**Exercise aim**:
Every record that follows must be returned word for word.

**Source material**:
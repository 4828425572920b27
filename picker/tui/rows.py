"""A keyboard-driven list that renders only the rows on screen (Textual Line API).

A catalog of a million parts scrolls as fast as one of ten: `render_line` formats the one
row it is asked for, nothing is built for rows off screen.
"""

from __future__ import annotations

from typing import ClassVar

from rich.segment import Segment
from rich.style import Style
from textual.binding import Binding, BindingType
from textual.geometry import Size
from textual.message import Message
from textual.reactive import reactive
from textual.scroll_view import ScrollView
from textual.strip import Strip

Cells = list[tuple[str, str | None]]
"""A row as (text, component class or None) pieces."""


class RowList(ScrollView, can_focus=True):
    """A header line and `row_count` rows with a cursor; subclasses format rows."""

    DEFAULT_CSS = """
    RowList {
        height: 1fr;
        overflow-x: hidden;
    }
    RowList > .rowlist--header { text-style: bold; }
    RowList > .rowlist--cursor { background: $accent 40%; text-style: bold; }
    RowList:focus > .rowlist--cursor { background: $accent; color: $text; }
    RowList > .rowlist--good { color: $success; }
    RowList > .rowlist--warn { color: $warning; }
    RowList > .rowlist--bad { color: $error; }
    RowList > .rowlist--dim { color: $text-muted; }
    """

    COMPONENT_CLASSES: ClassVar[set[str]] = {
        "rowlist--header",
        "rowlist--cursor",
        "rowlist--good",
        "rowlist--warn",
        "rowlist--bad",
        "rowlist--dim",
    }

    BINDINGS: ClassVar[list[BindingType]] = [
        Binding("up,k", "cursor(-1)", "Up", show=False),
        Binding("down,j", "cursor(1)", "Down", show=False),
        Binding("pageup", "page(-1)", "Page up", show=False),
        Binding("pagedown", "page(1)", "Page down", show=False),
        Binding("home", "to_end(0)", "First", show=False),
        Binding("end", "to_end(1)", "Last", show=False),
    ]

    cursor: reactive[int] = reactive(0, always_update=True)
    empty_text = "nothing to show"

    class Highlighted(Message):
        """The cursor moved to `index` (-1 when the list is empty)."""

        def __init__(self, rows: RowList, index: int) -> None:
            super().__init__()
            self.rows = rows
            self.index = index

        @property
        def control(self) -> RowList:
            return self.rows

    def __init__(self, *, id: str | None = None, classes: str | None = None) -> None:
        super().__init__(id=id, classes=classes)
        self._count = 0

    @property
    def row_count(self) -> int:
        return self._count

    def set_row_count(self, count: int, cursor: int = 0) -> None:
        """Declare how many rows there are and where the cursor goes."""
        self._count = count
        self.virtual_size = Size(self.size.width, count + 1)
        self.cursor = min(max(cursor, 0), max(count - 1, 0))
        self.refresh()

    # Subclasses override these two.
    def header_cells(self, width: int) -> Cells:
        return []

    def row_cells(self, index: int, width: int) -> Cells:
        return []

    def validate_cursor(self, value: int) -> int:
        return min(max(value, 0), max(self._count - 1, 0))

    def watch_cursor(self, value: int) -> None:
        self._scroll_cursor_into_view()
        self.refresh()
        self.post_message(self.Highlighted(self, value if self._count else -1))

    def _scroll_cursor_into_view(self) -> None:
        visible = max(self.size.height - 1, 1)
        top = round(self.scroll_offset.y)
        if self.cursor < top:
            self.scroll_to(y=self.cursor, animate=False, immediate=True)
        elif self.cursor >= top + visible:
            self.scroll_to(y=self.cursor - visible + 1, animate=False, immediate=True)

    def on_resize(self) -> None:
        self.virtual_size = Size(self.size.width, self._count + 1)
        self._scroll_cursor_into_view()

    def action_cursor(self, step: int) -> None:
        self.cursor = self.cursor + step

    def action_page(self, direction: int) -> None:
        self.cursor = self.cursor + direction * max(self.size.height - 2, 1)

    def action_to_end(self, last: int) -> None:
        self.cursor = self._count - 1 if last else 0

    def _style(self, name: str | None) -> Style:
        return self.get_component_rich_style(name) if name else Style()

    def _strip(self, cells: Cells, width: int, base: Style) -> Strip:
        segments = [Segment(text, base + self._style(name)) for text, name in cells]
        return Strip(segments).adjust_cell_length(width, base)

    def render_line(self, y: int) -> Strip:
        width = self.scrollable_content_region.width
        base = self.rich_style
        if y == 0:
            return self._strip(
                self.header_cells(width), width, base + self._style("rowlist--header")
            )
        index = round(self.scroll_offset.y) + y - 1
        if self._count == 0:
            text = self.empty_text if y == 1 else ""
            return self._strip([(text, "rowlist--dim")], width, base)
        if index >= self._count:
            return Strip.blank(width, base)
        is_cursor = index == self.cursor
        # The ▶ marks the cursor so it shows without colour (NO_COLOR).
        try:
            row = self.row_cells(index, width - 1)
        except Exception as error:  # a bad value must not take the whole screen down
            row = [(f"⚠ row {index + 1} could not be drawn: {error}", "rowlist--bad")]
        cells: Cells = [("▶" if is_cursor else " ", None), *row]
        style = base + self._style("rowlist--cursor") if is_cursor else base
        return self._strip(cells, width, style)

**Solution to the problem**:
repository 4828425572920b27
filename picker/tui/rows.py
"""A keyboard-driven list that renders only the rows on screen (Textual Line API).

A catalog of a million parts scrolls as fast as one of ten: `render_line` formats the one
row it is asked for, nothing is built for rows off screen.
"""

from __future__ import annotations

from typing import ClassVar

from rich.segment import Segment
from rich.style import Style
from textual.binding import Binding, BindingType
from textual.geometry import Size
from textual.message import Message
from textual.reactive import reactive
from textual.scroll_view import ScrollView
from textual.strip import Strip

Cells = list[tuple[str, str | None]]
"""A row as (text, component class or None) pieces."""


class RowList(ScrollView, can_focus=True):
    """A header line and `row_count` rows with a cursor; subclasses format rows."""

    DEFAULT_CSS = """
    RowList {
        height: 1fr;
        overflow-x: hidden;
    }
    RowList > .rowlist--header { text-style: bold; }
    RowList > .rowlist--cursor { background: $accent 40%; text-style: bold; }
    RowList:focus > .rowlist--cursor { background: $accent; color: $text; }
    RowList > .rowlist--good { color: $success; }
    RowList > .rowlist--warn { color: $warning; }
    RowList > .rowlist--bad { color: $error; }
    RowList > .rowlist--dim { color: $text-muted; }
    """

    COMPONENT_CLASSES: ClassVar[set[str]] = {
        "rowlist--header",
        "rowlist--cursor",
        "rowlist--good",
        "rowlist--warn",
        "rowlist--bad",
        "rowlist--dim",
    }

    BINDINGS: ClassVar[list[BindingType]] = [
        Binding("up,k", "cursor(-1)", "Up", show=False),
        Binding("down,j", "cursor(1)", "Down", show=False),
        Binding("pageup", "page(-1)", "Page up", show=False),
        Binding("pagedown", "page(1)", "Page down", show=False),
        Binding("home", "to_end(0)", "First", show=False),
        Binding("end", "to_end(1)", "Last", show=False),
    ]

    cursor: reactive[int] = reactive(0, always_update=True)
    empty_text = "nothing to show"

    class Highlighted(Message):
        """The cursor moved to `index` (-1 when the list is empty)."""

        def __init__(self, rows: RowList, index: int) -> None:
            super().__init__()
            self.rows = rows
            self.index = index

        @property
        def control(self) -> RowList:
            return self.rows

    def __init__(self, *, id: str | None = None, classes: str | None = None) -> None:
        super().__init__(id=id, classes=classes)
        self._count = 0

    @property
    def row_count(self) -> int:
        return self._count

    def set_row_count(self, count: int, cursor: int = 0) -> None:
        """Declare how many rows there are and where the cursor goes."""
        self._count = count
        self.virtual_size = Size(self.size.width, count + 1)
        self.cursor = min(max(cursor, 0), max(count - 1, 0))
        self.refresh()

    # Subclasses override these two.
    def header_cells(self, width: int) -> Cells:
        return []

    def row_cells(self, index: int, width: int) -> Cells:
        return []

    def validate_cursor(self, value: int) -> int:
        return min(max(value, 0), max(self._count - 1, 0))

    def watch_cursor(self, value: int) -> None:
        self._scroll_cursor_into_view()
        self.refresh()
        self.post_message(self.Highlighted(self, value if self._count else -1))

    def _scroll_cursor_into_view(self) -> None:
        visible = max(self.size.height - 1, 1)
        top = round(self.scroll_offset.y)
        if self.cursor < top:
            self.scroll_to(y=self.cursor, animate=False, immediate=True)
        elif self.cursor >= top + visible:
            self.scroll_to(y=self.cursor - visible + 1, animate=False, immediate=True)

    def on_resize(self) -> None:
        self.virtual_size = Size(self.size.width, self._count + 1)
        self._scroll_cursor_into_view()

    def action_cursor(self, step: int) -> None:
        self.cursor = self.cursor + step

    def action_page(self, direction: int) -> None:
        self.cursor = self.cursor + direction * max(self.size.height - 2, 1)

    def action_to_end(self, last: int) -> None:
        self.cursor = self._count - 1 if last else 0

    def _style(self, name: str | None) -> Style:
        return self.get_component_rich_style(name) if name else Style()

    def _strip(self, cells: Cells, width: int, base: Style) -> Strip:
        segments = [Segment(text, base + self._style(name)) for text, name in cells]
        return Strip(segments).adjust_cell_length(width, base)

    def render_line(self, y: int) -> Strip:
        width = self.scrollable_content_region.width
        base = self.rich_style
        if y == 0:
            return self._strip(
                self.header_cells(width), width, base + self._style("rowlist--header")
            )
        index = round(self.scroll_offset.y) + y - 1
        if self._count == 0:
            text = self.empty_text if y == 1 else ""
            return self._strip([(text, "rowlist--dim")], width, base)
        if index >= self._count:
            return Strip.blank(width, base)
        is_cursor = index == self.cursor
        # The ▶ marks the cursor so it shows without colour (NO_COLOR).
        try:
            row = self.row_cells(index, width - 1)
        except Exception as error:  # a bad value must not take the whole screen down
            row = [(f"⚠ row {index + 1} could not be drawn: {error}", "rowlist--bad")]
        cells: Cells = [("▶" if is_cursor else " ", None), *row]
        style = base + self._style("rowlist--cursor") if is_cursor else base
        return self._strip(cells, width, style)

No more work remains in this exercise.